# Thread: calculating acceleration from coefficient of friction

1. ## calculating acceleration from coefficient of friction

The floor of a railroad flatcar is loaded with loose crates having a coefficient of static friction of 0.40 with the floor. If the train is initially moving at a speed of 52 km/h, in how short a distance can the train be stopped at constant acceleration without causing the crates to slide over the floor?

2. net force on the crates while stopping will be provided by $F_s$.

the max net force possible would then be $F_{smax} = \mu m g = ma_{max}$

so ... $a_{max}$ has magnitude $\mu g$

using the "no time" kinematics equation ...

$\Delta x = \frac{v_f^2 - v_0^2}{2(-\mu g)}$

3. how would you use it in this situation though?

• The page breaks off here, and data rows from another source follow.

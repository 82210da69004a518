/** The colours and lettering of the picture, on a light and on a dark ground. */
export const STYLE = `
svg { background: #fbfaf7 }
.ground { fill: #fbfaf7 }
text { fill: #2c3138; font: 13px system-ui, sans-serif }
.title { font-size: 18px; font-weight: 600 }
.figure { font-weight: 600 }
.quiet { fill: #5d646d; font-size: 12px }
.line { stroke: #e2dfd6; stroke-width: 1 }
.mark { stroke: #868d96; stroke-width: 1.5; stroke-dasharray: 3 4 }
.bar { fill: #3f7d83; fill-opacity: .22 }
.wasm { fill: #3f7d83 }
.table { fill: #c4622f }
.native { fill: none; stroke: #2c3138; stroke-width: 2 }
.bytecode { fill: #868d96 }
.reference { fill: none; stroke: #868d96; stroke-width: 1.5 }
@media (prefers-color-scheme: dark) {
svg { background: #17191d }
.ground { fill: #17191d }
text { fill: #e4e2dc }
.quiet { fill: #a3a8af }
.line { stroke: #2c3036 }
.mark { stroke: #7c828b }
.bar { fill: #6bb0b5; fill-opacity: .26 }
.wasm { fill: #6bb0b5 }
.table { fill: #e08455 }
.native { stroke: #e4e2dc }
.bytecode { fill: #9aa0a8 }
.reference { stroke: #9aa0a8 }
}
`;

4. Originally Posted by winterwyrm
how would you use it in this situation though?
The same way skeeter did it. You know the maximum force that friction can have from $f_s = \mu _s N = \mu _s mg$. (Igonre, for the moment that we don't know the mass.) Then using Newton's 2nd Law we get that the maximum acceleration the block can take without sliding is $\sum F = f_s = ma$. Now the mass cancels out so we don't have to worry about it. Thus we get $a = \mu _s g$.

-Dan